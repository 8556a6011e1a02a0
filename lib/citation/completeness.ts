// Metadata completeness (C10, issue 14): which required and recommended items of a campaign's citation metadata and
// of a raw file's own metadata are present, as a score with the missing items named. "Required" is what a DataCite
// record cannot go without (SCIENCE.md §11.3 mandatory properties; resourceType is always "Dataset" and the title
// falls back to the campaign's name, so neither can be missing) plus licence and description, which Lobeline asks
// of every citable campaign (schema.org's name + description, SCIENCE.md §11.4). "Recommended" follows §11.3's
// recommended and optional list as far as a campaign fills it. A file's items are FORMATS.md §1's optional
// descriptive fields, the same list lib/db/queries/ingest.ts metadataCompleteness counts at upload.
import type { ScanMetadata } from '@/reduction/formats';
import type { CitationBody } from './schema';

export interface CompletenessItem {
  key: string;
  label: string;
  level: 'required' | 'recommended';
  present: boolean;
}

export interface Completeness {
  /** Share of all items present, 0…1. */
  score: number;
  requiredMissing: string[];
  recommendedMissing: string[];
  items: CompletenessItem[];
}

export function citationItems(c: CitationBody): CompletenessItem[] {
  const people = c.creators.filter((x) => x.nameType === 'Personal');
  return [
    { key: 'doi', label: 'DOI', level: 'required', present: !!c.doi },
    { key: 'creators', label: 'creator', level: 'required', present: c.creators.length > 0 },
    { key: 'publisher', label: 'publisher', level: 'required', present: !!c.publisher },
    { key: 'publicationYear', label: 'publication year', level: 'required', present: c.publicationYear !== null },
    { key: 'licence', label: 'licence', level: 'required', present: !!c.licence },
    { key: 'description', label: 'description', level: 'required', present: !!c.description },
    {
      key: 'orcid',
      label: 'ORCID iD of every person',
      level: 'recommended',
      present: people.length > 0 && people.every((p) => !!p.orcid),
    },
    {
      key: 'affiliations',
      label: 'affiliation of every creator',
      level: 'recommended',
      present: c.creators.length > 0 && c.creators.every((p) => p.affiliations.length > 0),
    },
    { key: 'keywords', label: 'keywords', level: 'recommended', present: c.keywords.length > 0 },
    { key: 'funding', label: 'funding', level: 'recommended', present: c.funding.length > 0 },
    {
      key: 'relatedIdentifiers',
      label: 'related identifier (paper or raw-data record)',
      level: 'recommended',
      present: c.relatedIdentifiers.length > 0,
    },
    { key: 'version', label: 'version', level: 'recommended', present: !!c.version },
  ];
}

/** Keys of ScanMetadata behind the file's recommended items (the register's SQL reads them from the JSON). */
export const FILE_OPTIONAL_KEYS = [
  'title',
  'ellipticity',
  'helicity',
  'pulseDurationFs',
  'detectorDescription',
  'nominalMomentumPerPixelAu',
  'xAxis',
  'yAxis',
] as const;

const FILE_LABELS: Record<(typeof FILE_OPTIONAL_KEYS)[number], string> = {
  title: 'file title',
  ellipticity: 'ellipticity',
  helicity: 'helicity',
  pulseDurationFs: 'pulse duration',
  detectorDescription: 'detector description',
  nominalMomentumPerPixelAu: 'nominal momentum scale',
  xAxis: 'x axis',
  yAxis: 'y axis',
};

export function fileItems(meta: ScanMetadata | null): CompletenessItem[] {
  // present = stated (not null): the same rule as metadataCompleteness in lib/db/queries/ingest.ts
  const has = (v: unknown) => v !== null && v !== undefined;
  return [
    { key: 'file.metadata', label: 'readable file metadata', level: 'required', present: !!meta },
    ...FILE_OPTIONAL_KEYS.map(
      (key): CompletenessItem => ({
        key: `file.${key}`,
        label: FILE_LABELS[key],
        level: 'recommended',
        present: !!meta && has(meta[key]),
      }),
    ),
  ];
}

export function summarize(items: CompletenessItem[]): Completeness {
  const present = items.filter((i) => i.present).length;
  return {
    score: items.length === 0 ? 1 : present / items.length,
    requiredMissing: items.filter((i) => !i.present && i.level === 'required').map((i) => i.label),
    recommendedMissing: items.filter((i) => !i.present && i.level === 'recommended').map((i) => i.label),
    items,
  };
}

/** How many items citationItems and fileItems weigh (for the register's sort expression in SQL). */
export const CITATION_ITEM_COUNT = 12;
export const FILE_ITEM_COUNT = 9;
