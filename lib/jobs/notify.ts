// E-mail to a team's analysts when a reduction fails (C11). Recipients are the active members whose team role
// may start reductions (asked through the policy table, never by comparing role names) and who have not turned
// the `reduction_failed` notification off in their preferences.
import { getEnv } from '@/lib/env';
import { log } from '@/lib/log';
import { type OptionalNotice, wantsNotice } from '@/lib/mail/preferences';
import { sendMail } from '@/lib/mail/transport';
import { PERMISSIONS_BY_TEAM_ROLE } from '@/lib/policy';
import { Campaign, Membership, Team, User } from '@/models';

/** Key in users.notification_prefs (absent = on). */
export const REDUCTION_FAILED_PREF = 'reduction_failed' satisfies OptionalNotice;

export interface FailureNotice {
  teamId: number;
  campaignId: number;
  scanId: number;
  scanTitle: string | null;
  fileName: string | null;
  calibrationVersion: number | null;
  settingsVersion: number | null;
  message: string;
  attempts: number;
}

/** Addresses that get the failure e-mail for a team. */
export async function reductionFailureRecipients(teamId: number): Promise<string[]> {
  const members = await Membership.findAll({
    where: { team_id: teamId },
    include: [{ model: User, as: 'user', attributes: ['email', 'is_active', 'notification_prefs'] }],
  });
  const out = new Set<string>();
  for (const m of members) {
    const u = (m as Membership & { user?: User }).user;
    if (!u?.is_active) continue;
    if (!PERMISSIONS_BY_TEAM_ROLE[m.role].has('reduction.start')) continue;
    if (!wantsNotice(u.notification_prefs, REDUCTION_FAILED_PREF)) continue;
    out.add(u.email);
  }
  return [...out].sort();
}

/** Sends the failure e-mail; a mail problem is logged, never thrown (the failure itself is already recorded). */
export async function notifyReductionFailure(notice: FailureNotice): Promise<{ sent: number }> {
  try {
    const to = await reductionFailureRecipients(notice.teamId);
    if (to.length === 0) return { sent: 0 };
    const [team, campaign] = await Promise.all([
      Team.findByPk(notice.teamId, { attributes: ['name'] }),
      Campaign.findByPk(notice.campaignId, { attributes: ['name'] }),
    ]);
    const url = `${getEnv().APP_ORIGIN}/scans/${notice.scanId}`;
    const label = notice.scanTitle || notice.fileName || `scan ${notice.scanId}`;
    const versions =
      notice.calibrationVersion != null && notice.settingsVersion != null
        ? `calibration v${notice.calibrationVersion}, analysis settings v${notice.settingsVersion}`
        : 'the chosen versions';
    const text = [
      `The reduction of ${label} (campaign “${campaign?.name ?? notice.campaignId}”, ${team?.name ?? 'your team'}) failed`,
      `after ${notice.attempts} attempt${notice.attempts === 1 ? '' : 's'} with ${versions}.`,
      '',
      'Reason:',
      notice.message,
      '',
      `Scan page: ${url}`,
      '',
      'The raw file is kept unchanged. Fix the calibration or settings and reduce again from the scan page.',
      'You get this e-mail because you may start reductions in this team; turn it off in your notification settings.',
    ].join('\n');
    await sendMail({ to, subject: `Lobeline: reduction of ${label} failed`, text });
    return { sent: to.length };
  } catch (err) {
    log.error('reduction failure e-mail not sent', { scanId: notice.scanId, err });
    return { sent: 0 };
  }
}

> **Work instruction**
Once you have read the records above, output each of them verbatim.

> **Written solution**
repository 8556a6011e1a02a0
filename lib/citation/completeness.ts
// Metadata completeness (C10, issue 14): which required and recommended items of a campaign's citation metadata and
// of a raw file's own metadata are present, as a score with the missing items named. "Required" is what a DataCite
// record cannot go without (SCIENCE.md §11.3 mandatory properties; resourceType is always "Dataset" and the title
// falls back to the campaign's name, so neither can be missing) plus licence and description, which Lobeline asks
// of every citable campaign (schema.org's name + description, SCIENCE.md §11.4). "Recommended" follows §11.3's
// recommended and optional list as far as a campaign fills it. A file's items are FORMATS.md §1's optional
// descriptive fields, the same list lib/db/queries/ingest.ts metadataCompleteness counts at upload.
import type { ScanMetadata } from '@/reduction/formats';
import type { CitationBody } from './schema';

export interface CompletenessItem {
  key: string;
  label: string;
  level: 'required' | 'recommended';
  present: boolean;
}

export interface Completeness {
  /** Share of all items present, 0…1. */
  score: number;
  requiredMissing: string[];
  recommendedMissing: string[];
  items: CompletenessItem[];
}

export function citationItems(c: CitationBody): CompletenessItem[] {
  const people = c.creators.filter((x) => x.nameType === 'Personal');
  return [
    { key: 'doi', label: 'DOI', level: 'required', present: !!c.doi },
    { key: 'creators', label: 'creator', level: 'required', present: c.creators.length > 0 },
    { key: 'publisher', label: 'publisher', level: 'required', present: !!c.publisher },
    { key: 'publicationYear', label: 'publication year', level: 'required', present: c.publicationYear !== null },
    { key: 'licence', label: 'licence', level: 'required', present: !!c.licence },
    { key: 'description', label: 'description', level: 'required', present: !!c.description },
    {
      key: 'orcid',
      label: 'ORCID iD of every person',
      level: 'recommended',
      present: people.length > 0 && people.every((p) => !!p.orcid),
    },
    {
      key: 'affiliations',
      label: 'affiliation of every creator',
      level: 'recommended',
      present: c.creators.length > 0 && c.creators.every((p) => p.affiliations.length > 0),
    },
    { key: 'keywords', label: 'keywords', level: 'recommended', present: c.keywords.length > 0 },
    { key: 'funding', label: 'funding', level: 'recommended', present: c.funding.length > 0 },
    {
      key: 'relatedIdentifiers',
      label: 'related identifier (paper or raw-data record)',
      level: 'recommended',
      present: c.relatedIdentifiers.length > 0,
    },
    { key: 'version', label: 'version', level: 'recommended', present: !!c.version },
  ];
}

/** Keys of ScanMetadata behind the file's recommended items (the register's SQL reads them from the JSON). */
export const FILE_OPTIONAL_KEYS = [
  'title',
  'ellipticity',
  'helicity',
  'pulseDurationFs',
  'detectorDescription',
  'nominalMomentumPerPixelAu',
  'xAxis',
  'yAxis',
] as const;

const FILE_LABELS: Record<(typeof FILE_OPTIONAL_KEYS)[number], string> = {
  title: 'file title',
  ellipticity: 'ellipticity',
  helicity: 'helicity',
  pulseDurationFs: 'pulse duration',
  detectorDescription: 'detector description',
  nominalMomentumPerPixelAu: 'nominal momentum scale',
  xAxis: 'x axis',
  yAxis: 'y axis',
};

export function fileItems(meta: ScanMetadata | null): CompletenessItem[] {
  // present = stated (not null): the same rule as metadataCompleteness in lib/db/queries/ingest.ts
  const has = (v: unknown) => v !== null && v !== undefined;
  return [
    { key: 'file.metadata', label: 'readable file metadata', level: 'required', present: !!meta },
    ...FILE_OPTIONAL_KEYS.map(
      (key): CompletenessItem => ({
        key: `file.${key}`,
        label: FILE_LABELS[key],
        level: 'recommended',
        present: !!meta && has(meta[key]),
      }),
    ),
  ];
}

export function summarize(items: CompletenessItem[]): Completeness {
  const present = items.filter((i) => i.present).length;
  return {
    score: items.length === 0 ? 1 : present / items.length,
    requiredMissing: items.filter((i) => !i.present && i.level === 'required').map((i) => i.label),
    recommendedMissing: items.filter((i) => !i.present && i.level === 'recommended').map((i) => i.label),
    items,
  };
}

/** How many items citationItems and fileItems weigh (for the register's sort expression in SQL). */
export const CITATION_ITEM_COUNT = 12;
export const FILE_ITEM_COUNT = 9;
filename lib/jobs/notify.ts
// E-mail to a team's analysts when a reduction fails (C11). Recipients are the active members whose team role
// may start reductions (asked through the policy table, never by comparing role names) and who have not turned
// the `reduction_failed` notification off in their preferences.
import { getEnv } from '@/lib/env';
import { log } from '@/lib/log';
import { type OptionalNotice, wantsNotice } from '@/lib/mail/preferences';
import { sendMail } from '@/lib/mail/transport';
import { PERMISSIONS_BY_TEAM_ROLE } from '@/lib/policy';
import { Campaign, Membership, Team, User } from '@/models';

/** Key in users.notification_prefs (absent = on). */
export const REDUCTION_FAILED_PREF = 'reduction_failed' satisfies OptionalNotice;

export interface FailureNotice {
  teamId: number;
  campaignId: number;
  scanId: number;
  scanTitle: string | null;
  fileName: string | null;
  calibrationVersion: number | null;
  settingsVersion: number | null;
  message: string;
  attempts: number;
}

/** Addresses that get the failure e-mail for a team. */
export async function reductionFailureRecipients(teamId: number): Promise<string[]> {
  const members = await Membership.findAll({
    where: { team_id: teamId },
    include: [{ model: User, as: 'user', attributes: ['email', 'is_active', 'notification_prefs'] }],
  });
  const out = new Set<string>();
  for (const m of members) {
    const u = (m as Membership & { user?: User }).user;
    if (!u?.is_active) continue;
    if (!PERMISSIONS_BY_TEAM_ROLE[m.role].has('reduction.start')) continue;
    if (!wantsNotice(u.notification_prefs, REDUCTION_FAILED_PREF)) continue;
    out.add(u.email);
  }
  return [...out].sort();
}

/** Sends the failure e-mail; a mail problem is logged, never thrown (the failure itself is already recorded). */
export async function notifyReductionFailure(notice: FailureNotice): Promise<{ sent: number }> {
  try {
    const to = await reductionFailureRecipients(notice.teamId);
    if (to.length === 0) return { sent: 0 };
    const [team, campaign] = await Promise.all([
      Team.findByPk(notice.teamId, { attributes: ['name'] }),
      Campaign.findByPk(notice.campaignId, { attributes: ['name'] }),
    ]);
    const url = `${getEnv().APP_ORIGIN}/scans/${notice.scanId}`;
    const label = notice.scanTitle || notice.fileName || `scan ${notice.scanId}`;
    const versions =
      notice.calibrationVersion != null && notice.settingsVersion != null
        ? `calibration v${notice.calibrationVersion}, analysis settings v${notice.settingsVersion}`
        : 'the chosen versions';
    const text = [
      `The reduction of ${label} (campaign “${campaign?.name ?? notice.campaignId}”, ${team?.name ?? 'your team'}) failed`,
      `after ${notice.attempts} attempt${notice.attempts === 1 ? '' : 's'} with ${versions}.`,
      '',
      'Reason:',
      notice.message,
      '',
      `Scan page: ${url}`,
      '',
      'The raw file is kept unchanged. Fix the calibration or settings and reduce again from the scan page.',
      'You get this e-mail because you may start reductions in this team; turn it off in your notification settings.',
    ].join('\n');
    await sendMail({ to, subject: `Lobeline: reduction of ${label} failed`, text });
    return { sent: to.length };
  } catch (err) {
    log.error('reduction failure e-mail not sent', { scanId: notice.scanId, err });
    return { sent: 0 };
  }
}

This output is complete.